(Stored records)
----------------

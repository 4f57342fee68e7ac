import { describe, expect, it } from 'vitest'
import { readKey } from '@/scene/stage/keys'

const degree = Math.PI / 180
const press = (key: string, more: Partial<Parameters<typeof readKey>[0]> = {}) =>
  readKey({ key, code: '', shiftKey: false, ctrlKey: false, altKey: false, metaKey: false, ...more })

describe('readKey(event)', () => {
  it('arrows orbit by 15°', () => {
    expect(press('ArrowRight')).toEqual({ kind: 'orbit', yaw: 15 * degree, pitch: 0 })
    expect(press('ArrowDown')).toEqual({ kind: 'orbit', yaw: 0, pitch: 15 * degree })
  })

  it('plus comes nearer, minus goes away, Home frames the engine', () => {
    expect(press('+')).toMatchObject({ kind: 'zoom', factor: 1 / 1.2 })
    expect(press('=')).toEqual(press('+'))
    expect(press('-')).toMatchObject({ kind: 'zoom', factor: 1.2 })
    expect(press('Home')).toEqual({ kind: 'home' })
  })

  it('brackets turn the crank by 1°, with Shift by 10° on any keyboard, comma and period by 0.1°', () => {
    expect(press('[')).toEqual({ kind: 'step', angle: -degree })
    expect(press(']')).toEqual({ kind: 'step', angle: degree })
    expect(press('{', { shiftKey: true })).toEqual({ kind: 'step', angle: -10 * degree })
    expect(press('}', { shiftKey: true, code: 'BracketRight' })).toEqual({ kind: 'step', angle: 10 * degree })
    expect(press('Ü', { shiftKey: true, code: 'BracketLeft' })).toEqual({ kind: 'step', angle: -10 * degree })
    expect(press(',')).toEqual({ kind: 'step', angle: -0.1 * degree })
    expect(press('.')).toEqual({ kind: 'step', angle: 0.1 * degree })
  })

  it('space plays or pauses, figures take the named views in their order', () => {
    expect(press(' ')).toEqual({ kind: 'play' })
    expect(press('1')).toEqual({ kind: 'view', name: 'free' })
    expect(press('6')).toEqual({ kind: 'view', name: 'top' })
    expect(press('7')).toBeNull()
    expect(press('0')).toBeNull()
  })

  it('leaves Tab, Enter, letters and every chord to the browser', () => {
    for (const key of ['Tab', 'Enter', 'Escape', 'a', 'F5']) expect(press(key)).toBeNull()
    expect(press('ArrowRight', { ctrlKey: true })).toBeNull()
    expect(press('-', { metaKey: true })).toBeNull()
    expect(press(']', { altKey: true })).toBeNull()
  })
})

----------------

* Task directions *
Starting with the line that holds "it('plus comes nearer, minus" and ending with the line that holds "it('brackets turn the", retype every line in the data above exactly, and nothing else.

* Solution *
  it('plus comes nearer, minus goes away, Home frames the engine', () => {
    expect(press('+')).toMatchObject({ kind: 'zoom', factor: 1 / 1.2 })
    expect(press('=')).toEqual(press('+'))
    expect(press('-')).toMatchObject({ kind: 'zoom', factor: 1.2 })
    expect(press('Home')).toEqual({ kind: 'home' })
  })

  it('brackets turn the crank by 1°, with Shift by 10° on any keyboard, comma and period by 0.1°', () => {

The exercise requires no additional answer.